There will be no power outlet on the wall and the system need only be used for a few hours a day. 
It in intended for use in a village school.

Battery storage is used to even out the power supply and the system needs to be able to run on DC, not AC power.

This is why I'm asking if anyone knows about this kind of system. I do know that they exist in the third world, and the cost is relatively low.


----------



## Falcon (Aug 18, 2015)

I saw a picture of an Indian on a stationary bicycle connected to a small generator.
He had a laptop on the handlebars and was working outdoors.

I'm pretty sure I've conferred with him when asked a company for help with something or other.
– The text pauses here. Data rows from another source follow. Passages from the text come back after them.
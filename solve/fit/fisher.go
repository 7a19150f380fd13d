package fit

import (
	"math"

	"gonum.org/v1/gonum/mat"
	"gonum.org/v1/gonum/stat/distuv"
)

// Uncertainty is what the Fisher information says about an estimate.
type Uncertainty struct {
	// SE is each parameter's standard error: +Inf when the data do not
	// determine it (see Determined), NaN when it is held at a bound.
	SE []float64
	// Cov and Corr are the covariance and correlation matrices (NaN
	// rows and columns for parameters not determined or held).
	Cov, Corr *mat.SymDense
	// Determined is false for a parameter that lies along a direction
	// of the parameter space the Jacobian does not see (a singular value
	// below Cutoff times the largest).
	Determined []bool
	// Rank is the number of directions the data determine.
	Rank int
}

// Cutoff is the relative singular value of the weighted Jacobian below
// which a direction counts as not determined by the data: about the
// relative accuracy of Jacobians from sensitivities integrated at rtol
// 1e-8 … 1e-10 (a smaller singular value is noise).
const Cutoff = 1e-9

// Fisher returns the covariance σ²·(JᵀJ)⁻¹ of the estimate whose weighted
// residuals have the Jacobian j (rows residuals, columns parameters),
// leaving out the parameters with held[k] (at a bound). Pass σ² = 1 when
// the residuals are already divided by known standard deviations, and
// the residual variance SSR/(n − p) when σ is estimated (the convention
// of NIST's certified standard errors).
func Fisher(j *mat.Dense, sigma2 float64, held []bool) Uncertainty {
	m, n := j.Dims()
	u := Uncertainty{SE: make([]float64, n), Determined: make([]bool, n),
		Cov: mat.NewSymDense(n, nil), Corr: mat.NewSymDense(n, nil)}
	var cols []int
	for k := 0; k < n; k++ {
		if held == nil || !held[k] {
			cols = append(cols, k)
		}
	}
	nan := math.NaN()
	for a := 0; a < n; a++ {
		u.SE[a] = nan
		for b := a; b < n; b++ {
			u.Cov.SetSym(a, b, nan)
			u.Corr.SetSym(a, b, nan)
		}
	}
	if len(cols) == 0 {
		return u
	}
	// Scale columns to unit norm, so that the cutoff compares directions,
	// not units.
	b := mat.NewDense(m, len(cols), nil)
	scale := make([]float64, len(cols))
	for c, k := range cols {
		scale[c] = colNorm(j, k)
		if scale[c] == 0 {
			scale[c] = 1
		}
		for i := 0; i < m; i++ {
			b.Set(i, c, j.At(i, k)/scale[c])
		}
	}
	var svd mat.SVD
	if !svd.Factorize(b, mat.SVDThin) {
		return u
	}
	sv := svd.Values(nil)
	var v mat.Dense
	svd.VTo(&v)
	cut := Cutoff * sv[0]
	undet := make([]bool, len(cols))
	for i, s := range sv {
		if s > cut {
			u.Rank++
			continue
		}
		for c := range cols {
			if math.Abs(v.At(c, i)) > 1e-3 {
				undet[c] = true
			}
		}
	}
	for c1, k1 := range cols {
		u.Determined[k1] = !undet[c1] && sv[0] > 0
		for c2 := c1; c2 < len(cols); c2++ {
			k2 := cols[c2]
			var s float64
			for i, sval := range sv {
				if sval > cut {
					s += v.At(c1, i) * v.At(c2, i) / (sval * sval)
				}
			}
			s *= sigma2 / (scale[c1] * scale[c2])
			if undet[c1] || undet[c2] {
				s = nan
			}
			u.Cov.SetSym(k1, k2, s)
		}
	}
	for _, k := range cols {
		if u.Determined[k] {
			u.SE[k] = math.Sqrt(u.Cov.At(k, k))
		} else {
			u.SE[k] = math.Inf(1)
		}
	}
	for _, a := range cols {
		for _, b := range cols {
			if b < a {
				continue
			}
			u.Corr.SetSym(a, b, u.Cov.At(a, b)/(u.SE[a]*u.SE[b]))
		}
	}
	return u
}

// Quantile97_5 is the two-sided 95 % quantile for a Fisher interval:
// Student's t with dof degrees of freedom when σ is estimated from the
// residuals, the normal 1.959964 when σ is known (dof ≤ 0).
func Quantile97_5(dof int) float64 {
	if dof <= 0 {
		return distuv.UnitNormal.Quantile(0.975)
	}
	return distuv.StudentsT{Mu: 0, Sigma: 1, Nu: float64(dof)}.Quantile(0.975)
}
THIS, even if I've requested speaking with a person without an accent.


----------



## Meanderer (Aug 18, 2015)

Falcon said:


> I saw a picture of an Indian on a stationary bicycle connected to a small generator.
> He had a laptop on the handlebars and was working outdoors.
> 
> I'm pretty sure I've conferred with him when asked a company for help with something or other.
> ...


I think I talked to the same guy....he was peddling something!


----------



## Meanderer (Aug 18, 2015)

I have heard of solar box cookers for pasteurizing milk or water in a few hours, using only sunlight. They are made of foil-coated cardboard.
http://www.ncbi.nlm.nih.gov/pmc/articles/PMC91110/


----------



## imp (Aug 18, 2015)

Meanderer said:


> I have heard of solar box cookers for pasteurizing milk or water in a few hours, using only sunlight.
> http://www.ncbi.nlm.nih.gov/pmc/articles/PMC91110/



One step away from a fresh-water distiller!    imp


----------



## Warrigal (Aug 18, 2015)

You guys are really funny, but I am serious.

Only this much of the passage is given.